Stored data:
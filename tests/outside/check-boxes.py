"""Trains of boxes against astropy.timeseries.BoxLeastSquares, asked live at the same period, phase and duration."""
import csv
import pathlib

from asking import Checks, ask, skip

try:
    import numpy as np
except ImportError:
    skip("numpy")
try:
    from astropy.timeseries import BoxLeastSquares
except ImportError:
    skip("astropy")

rng = np.random.default_rng(20260311)
checks = Checks()
OVERSAMPLE = 10


def question(n, period, mid, duration, places, y, dy):
    rows = " ".join("%d %r %r" % (p, float(v), float(e)) for p, v, e in zip(places, y, dy))
    return "train %d %r %r %r %s" % (n, float(period), float(mid), float(duration), rows)


def inside(period, mid, duration, shortest, first):
    """Whether the window keeps clear of the end of the period, where astropy's copy of the first bins overwrites the last one."""
    start = (mid - first - duration / 2) % period
    return start + duration < period - 2 * shortest / OVERSAMPLE


# A grid with gaps, values that a float holds, errors that differ; no sample stands on the edge of a bin.
n, step = 4000, 0.0137
places = np.sort(rng.choice(n, 2900, replace=False))
t = places * step
y = rng.normal(0, 50, len(t))
y[((t - 1.31) % 3.77) < 0.31] -= 90
y = y.astype(np.float32).astype(float)
dy = rng.uniform(20, 60, len(t))
durations = [0.123, 0.311]
model = BoxLeastSquares(t, y, dy)
periods = np.exp(rng.uniform(np.log(1.1), np.log(15), 150))
asked, expected = [], []
for objective in ("snr", "likelihood"):
    found = model.power(periods, durations, objective=objective, oversample=OVERSAMPLE)
    for k, period in enumerate(periods):
        if inside(period, found.transit_time[k], found.duration[k], min(durations), t[0]):
            asked.append(question(n, period / step, found.transit_time[k] / step, found.duration[k] / step, places, y, dy))
            expected.append((found.depth[k], found.depth_err[k], found.depth_snr[k]))
answers = np.array(ask(asked), dtype=float)
off = np.abs(answers / np.array(expected) - 1)
checks.within("at least 200 best trains keep clear of the last bin: 200 less their number", 200 - len(asked), 0)
checks.within("depths equal astropy's depth", off[:, 0].max(), 1e-9)
checks.within("errors of the depth equal astropy's depth_err", off[:, 1].max(), 1e-9)
checks.within("SNRs equal astropy's depth_snr", off[:, 2].max(), 1e-9)

# Stored answers (boxes-expected.csv, from astropy 5.2.1) for times on no grid (boxes-data.csv): times are moved to a grid of a
# second and values become floats here, so that 1e-7 is all that can be asked; rows whose window touches the quirk are left out.
def table(name):
    lines = [line for line in (pathlib.Path(__file__).parent / name).read_text().splitlines() if not line.startswith("#")]
    return list(csv.DictReader(lines))


data = np.array([[float(cell) for cell in row.values()] for row in table("boxes-data.csv")])
t, y, dy = data.T
second = 1 / 86400
places = np.round(t / second)
asked, expected, edges = [], [], []
for row in table("boxes-expected.csv"):
    period, mid, duration = (float(row[key]) for key in ("period_d", "transit_time_d", "duration_d"))
    if row["method"] != "fast" or not inside(period, mid, duration, 0.1, t.min()):
        continue
    phase = (t - mid + period / 2) % period - period / 2
    if np.min(np.abs(np.abs(phase) - duration / 2)) < 2 * second:
        continue  # the grid of a second moves a sample across this edge
    asked.append(question(int(places.max()) + 1, period / second, mid / second, duration / second, places, y, dy))
    expected.append([float(row[key]) for key in ("depth_ppm", "depth_err_ppm", "depth_snr")])
off = np.abs(np.array(ask(asked), dtype=float) / np.array(expected) - 1)
checks.within("at least 20 stored answers are asked for: 20 less their number", 20 - len(asked), 0)
checks.within("stored depths, errors and SNRs come out", off.max(), 1e-7)
checks.end()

ACTIVITY:
Match on "return" and report each line of the data above that has it.

PROBLEM SOLUTION:
    return "train %d %r %r %r %s" % (n, float(period), float(mid), float(duration), rows)
    return start + duration < period - 2 * shortest / OVERSAMPLE
    return list(csv.DictReader(lines))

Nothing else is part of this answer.